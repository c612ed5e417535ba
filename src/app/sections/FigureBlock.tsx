import { type ReactNode, useDeferredValue, useMemo } from "react";
import type { FigureOptions, FigureSpec } from "../../figures/figureSpec.ts";
import { useFigureSettings } from "../page/figureSettings.ts";
import { Plot } from "../plot/Plot.tsx";
import { FigureSave } from "./FigureSave.tsx";

/** A figure, its caption, and what can be taken from it. */
export function FigureBlock({
  name,
  title,
  widthMm,
  build,
  caption,
}: {
  /** "Figure 1". */
  name: string;
  /** What it shows, in a few words. */
  title: string;
  widthMm: 86 | 178;
  build: (options: FigureOptions) => FigureSpec;
  caption: ReactNode;
}) {
  const settings = useFigureSettings();
  // sentences and readings come first: the figure is built in a pass of its own behind them
  const drawn = useDeferredValue(build);
  const figure = useMemo(
    () => drawn({ ...settings, widthMm: settings.stacked ? 86 : widthMm }),
    [drawn, settings, widthMm],
  );
  return (
    <div className="figure-block">
      <div className="figure-frame">
        <Plot figure={figure} label={`${name}. ${title}`} />
      </div>
      <div className="figure-foot">
        <p className="caption">
          <b>{name}</b> {caption}
        </p>
        <FigureSave name={name} widthMm={widthMm} build={build} />
      </div>
    </div>
  );
}
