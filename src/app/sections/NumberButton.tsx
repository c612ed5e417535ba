import { type ReactNode, useContext } from "react";
import type { Quantity } from "../../core/quantity.ts";
import { DefinitionContext } from "./definitionContext.ts";
import type { FoundNumber } from "./foundNumber.ts";

/**
 * A number that opens its definition: formula, settings, alternatives, source. It looks like the text it stands in
 * until it is pointed at.
 * @param at   where it comes from, for a number that no result holds as it is shown
 * @param cell in a table of many numbers: one stop for all, arrow keys between them
 */
export function NumberButton({
  of,
  quantity,
  at,
  title,
  cell = false,
  children,
}: {
  of: string;
  quantity: Quantity;
  at?: FoundNumber | undefined;
  title?: string | undefined;
  cell?: boolean;
  children: ReactNode;
}) {
  const open = useContext(DefinitionContext);
  if (open === null) return children;
  return (
    <button
      type="button"
      className="number"
      aria-haspopup="dialog"
      title={title}
      tabIndex={cell ? -1 : undefined}
      data-cell={cell ? "" : undefined}
      onClick={(event) => open({ key: of, quantity, at }, event.currentTarget)}
    >
      {children}
    </button>
  );
}
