const superscripts: Readonly<Record<string, string>> = { "²": "2", "³": "3" };

/** A unit in the interface's face; its powers are raised figures, not the small signs of the font. */
export function UnitText({ unit }: { unit: string }) {
  return (
    <span className="unit">
      {[...unit].map((sign, i) =>
        // biome-ignore lint/suspicious/noArrayIndexKey: the signs of a unit never move
        sign in superscripts ? <sup key={i}>{superscripts[sign]}</sup> : sign,
      )}
    </span>
  );
}
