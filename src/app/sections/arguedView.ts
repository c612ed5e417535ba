import { arguedOf } from "../../figures/arguedOf.ts";
import type { CaseView } from "../session/caseView.ts";

/** A case with the fit that was argued last, so that all numbers of a fold are of one fit. */
export function arguedView(view: CaseView): CaseView {
  const argued = arguedOf(view);
  return argued === null || argued.decay === view.decay ? view : { ...view, decay: argued.decay };
}
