import { type ReactNode, useCallback, useRef, useState } from "react";
import { labelOf } from "../../core/catalogue.ts";
import type { Quantity } from "../../core/quantity.ts";
import { unitOf } from "../../core/unitText.ts";
import { concernsKey } from "../../figures/flagConcern.ts";
import { formatPosition, withUnit } from "../../figures/formatNumber.ts";
import { quantityText } from "../../figures/formatQuantity.ts";
import type { CaseView } from "../session/caseView.ts";
import { CaseMark } from "./CaseMark.tsx";
import { type Asked, DefinitionContext } from "./definitionContext.ts";
import {
  fitAlternatives,
  fitSettings,
  type SettingRow,
  stationAlternatives,
  stationSettings,
} from "./definitionRows.ts";
import { type FoundNumber, foundNumber } from "./foundNumber.ts";
import { Pennant } from "./Pennant.tsx";
import { formatted } from "./QuantityText.tsx";
import { RichText } from "./RichText.tsx";
import { SymbolText } from "./SymbolText.tsx";

const widthPx = 420;

/** Gives every number below it its definition: one panel, opened beside the number that was pressed. */
export function DefinitionPanel({ cases, children }: { cases: readonly CaseView[]; children: ReactNode }) {
  const [asked, ask] = useState<Asked | null>(null);
  const panel = useRef<HTMLDivElement>(null);
  const open = useCallback((wanted: Asked, beside: HTMLElement) => {
    const element = panel.current;
    if (!element) return;
    ask(wanted);
    const box = beside.getBoundingClientRect();
    element.style.left = `${Math.max(8, Math.min(box.left, window.innerWidth - widthPx - 16))}px`;
    const above = box.top > window.innerHeight * 0.6;
    element.style.top = above ? "auto" : `${box.bottom + 6}px`;
    element.style.bottom = above ? `${window.innerHeight - box.top + 6}px` : "auto";
    element.showPopover?.();
    element.focus({ preventScroll: true });
  }, []);
  return (
    <DefinitionContext value={open}>
      {children}
      <div
        ref={panel}
        popover="auto"
        role="dialog"
        tabIndex={-1}
        aria-label={asked === null ? "Definition" : labelOf(asked.key).name}
        className="definition-text definition-panel"
      >
        {asked !== null && <DefinitionText asked={asked} found={foundNumber(cases, asked.quantity)} />}
      </div>
    </DefinitionContext>
  );
}

function DefinitionText({ asked: { key, quantity }, found }: { asked: Asked; found: FoundNumber | null }) {
  const label = labelOf(key);
  return (
    <>
      <p>
        <b>{label.name}</b>, <SymbolText runs={label.symbol} />: <RichText text={label.definition} />.
      </p>
      {found && <Place found={found} />}
      {found && <ValueLine of={key} quantity={quantity} view={found.view} />}
      {found && <Settings rows={settingsOf(key, found)} />}
      {found && <Alternatives of={key} found={found} />}
      {found?.kind === "station" &&
        found.station.flags
          .filter((flag) => concernsKey(flag, key))
          .map((flag) => (
            <p className="flag-note" key={flag.code + flag.text}>
              <Pennant />
              <span>
                <RichText text={flag.text} />
              </span>
            </p>
          ))}
      <p className="definition-source">{label.source}</p>
    </>
  );
}

function Place({ found }: { found: FoundNumber }) {
  const { view } = found;
  const unit = unitOf(view.along === "t" ? "T" : "L", view.units);
  return (
    <p>
      <CaseMark mark={view.mark} /> {view.name}
      {found.kind === "station" && `, ${withUnit(formatPosition(found.station.x), unit)}`}
    </p>
  );
}

function ValueLine({ of, quantity, view }: { of: string; quantity: Quantity; view: CaseView }) {
  const shown = formatted(quantity, { label: of, units: view.units });
  return (
    <p>
      <span className="strong">
        <SymbolText runs={labelOf(of).symbol} /> = {quantityText(shown)}
      </span>
      {shown.interval === null && shown.why !== undefined && (
        <>
          ; no interval: <RichText text={shown.why} />
        </>
      )}
    </p>
  );
}

function settingsOf(key: string, found: FoundNumber): readonly SettingRow[] {
  const { sheet } = found.view.of;
  return found.kind === "station"
    ? stationSettings(key, found.station, sheet)
    : fitSettings(found.decay, sheet);
}

function Settings({ rows }: { rows: readonly SettingRow[] }) {
  return (
    <dl className="choice-list">
      {rows.map(([name, text]) => (
        <div key={name}>
          <dt>{name}</dt>
          <dd>
            <RichText text={text} />
          </dd>
        </div>
      ))}
    </dl>
  );
}

function Alternatives({ of, found }: { of: string; found: FoundNumber }) {
  const { units } = found.view;
  const lines =
    found.kind === "station"
      ? stationAlternatives(of, found.station).map(({ key, shownAs, quantity }) => ({
          name: labelOf(key).name,
          quantity,
          shown: formatted(quantity, { label: shownAs, units }),
        }))
      : fitAlternatives(of, found.decay).map(([name, quantity]) => ({
          name,
          quantity,
          shown: formatted(quantity, { label: of, units }),
        }));
  if (lines.length === 0) return null;
  return (
    <table className="definition-routes">
      <caption>By other routes</caption>
      <tbody>
        {lines.map(({ name, quantity, shown }) => (
          <tr key={name}>
            <th scope="row" className="definition-route">
              {name}
            </th>
            <td className="definition-value">
              {quantity.value === null ? <RichText text={quantity.why} /> : quantityText(shown)}
            </td>
          </tr>
        ))}
      </tbody>
    </table>
  );
}
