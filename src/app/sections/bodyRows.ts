import type { BodyArgument, BodyKey } from "../../core/decayArgument.ts";
import type { DecayResult } from "../../core/decayResult.ts";
import { unitOf } from "../../core/unitText.ts";
import { arguedOf } from "../../figures/arguedOf.ts";
import { formatDigits, formatPosition, withUnit } from "../../figures/formatNumber.ts";
import type { CaseView } from "../session/caseView.ts";
import type { SettingRow } from "./definitionRows.ts";
import type { FoundNumber } from "./foundNumber.ts";

/** A case with what a body meets in it, and the fit that this follows from. */
export interface PlacedBody {
  readonly view: CaseView;
  readonly decay: DecayResult;
  readonly body: BodyArgument;
}

export function placedBodies(cases: readonly CaseView[]): readonly PlacedBody[] {
  return cases.flatMap((view) => {
    const argued = arguedOf(view);
    const body = argued?.argument.body ?? null;
    return argued === null || body === null ? [] : [{ view, decay: argued.decay, body }];
  });
}

/** What a number at the body rests on, for its definition. */
export function bodyNumber(placed: PlacedBody, shown: string, rows: readonly SettingRow[]): FoundNumber {
  const { view, body } = placed;
  const unit = unitOf(view.along === "t" ? "T" : "L", view.units);
  const place: SettingRow[] = [
    ["body", withUnit(formatPosition(body.x), unit)],
    ...(body.chord === null
      ? []
      : [["chord", withUnit(formatDigits(body.chord, 3), unitOf("L", view.units))] as const]),
  ];
  return { kind: "page", view, shown, rows: [...place, ...rows] };
}

/** How a quantity is found between the stations, and where its interval comes from. */
export function howFound({ decay, body }: PlacedBody, key: BodyKey): readonly SettingRow[] {
  const [first, last] = decay.window;
  const inside = body.x >= first && body.x <= last;
  const { law } = decay;
  if (key === "Tu" && law !== null && inside && decay.quantity !== "q" && decay.speed !== null)
    return [
      ["found", "by the fitted law"],
      ["interval", "covariance of the law’s coefficient, n and x0"],
    ];
  return [
    [
      "found",
      law === null
        ? "between its neighbouring stations, a straight line in ln x"
        : "between its neighbouring stations, a straight line in ln(x − x0)",
    ],
    ["interval", "errors of those stations"],
  ];
}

───

◆ **Exercise details**: Restate verbatim the first line above and all lines after it through the line containing "few words. */"; omit the rest.

◆ **Output for this task**:
repository c612ed5e417535ba
filename src/app/sections/FigureBlock.tsx
import { type ReactNode, useDeferredValue, useMemo } from "react";
import type { FigureOptions, FigureSpec } from "../../figures/figureSpec.ts";
import { useFigureSettings } from "../page/figureSettings.ts";
import { Plot } from "../plot/Plot.tsx";
import { FigureSave } from "./FigureSave.tsx";

/** A figure, its caption, and what can be taken from it. */
export function FigureBlock({
  name,
  title,
  widthMm,
  build,
  caption,
}: {
  /** "Figure 1". */
  name: string;
  /** What it shows, in a few words. */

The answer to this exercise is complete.